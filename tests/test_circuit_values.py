"""Phasors, frequencies, free symbols in circuit blocks: what each value is read as, and what is said where it cannot be read.

Expected values follow from the sheet language (docs/sheet-language.md) by hand; angles by cmath of the standard library.
"""

from __future__ import annotations

import cmath
import math
from fractions import Fraction

import pytest
from circuit_lines import kinds, placed, reading
from hypothesis import given
from hypothesis import strategies as st

from calccheck import check_text
from calccheck.arithmetic import Amount, evaluate
from calccheck.formula import Reference, references
from calccheck.model import UNSTATED, Control, Element
from calccheck.units import AMPERE, FARAD, NONE, OHM, SIEMENS, VOLT, Dimension

HERE = "Rs: 50 Ω, a to gnd\nRt: 10 Ω, b to gnd\n"


def part(line: str, before: str = "", **givens: Amount) -> Element:
    """The part of a line that is read without any finding, in a circuit that has the nodes a, b, gnd and the resistor Rs."""
    _, result = reading(f"{HERE}{before}{line}", givens)
    assert [f.message for f in result.findings] == []
    return result.circuit.elements[-1]


def told(lines: str, hertz: Fraction = Fraction(0), **givens: Amount) -> list[tuple[str, str, str]]:
    """Kind, place and message of every finding in a block."""
    sheet, result = reading(HERE + lines, givens, hertz=hertz)
    assert result.circuit.problems == tuple(f for f in result.findings if f.severity == "error")
    return [(f.kind, placed(sheet, f.span)[2], f.message) for f in result.findings]


# --- phasors and impedances -----------------------------------------------------------------------------------------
· · · · · · ·
● **Goal of the exercise**
Type out all of the records again, exactly.

● **Result for this exercise**
filename tests/test_circuit_values.py
"""Phasors, frequencies, free symbols in circuit blocks: what each value is read as, and what is said where it cannot be read.

Expected values follow from the sheet language (docs/sheet-language.md) by hand; angles by cmath of the standard library.
"""

from __future__ import annotations

import cmath
import math
from fractions import Fraction

import pytest
from circuit_lines import kinds, placed, reading
from hypothesis import given
from hypothesis import strategies as st

from calccheck import check_text
from calccheck.arithmetic import Amount, evaluate
from calccheck.formula import Reference, references
from calccheck.model import UNSTATED, Control, Element
from calccheck.units import AMPERE, FARAD, NONE, OHM, SIEMENS, VOLT, Dimension

HERE = "Rs: 50 Ω, a to gnd\nRt: 10 Ω, b to gnd\n"


def part(line: str, before: str = "", **givens: Amount) -> Element:
    """The part of a line that is read without any finding, in a circuit that has the nodes a, b, gnd and the resistor Rs."""
    _, result = reading(f"{HERE}{before}{line}", givens)
    assert [f.message for f in result.findings] == []
    return result.circuit.elements[-1]


def told(lines: str, hertz: Fraction = Fraction(0), **givens: Amount) -> list[tuple[str, str, str]]:
    """Kind, place and message of every finding in a block."""
    sheet, result = reading(HERE + lines, givens, hertz=hertz)
    assert result.circuit.problems == tuple(f for f in result.findings if f.severity == "error")
    return [(f.kind, placed(sheet, f.span)[2], f.message) for f in result.findings]


# --- phasors and impedances -----------------------------------------------------------------------------------------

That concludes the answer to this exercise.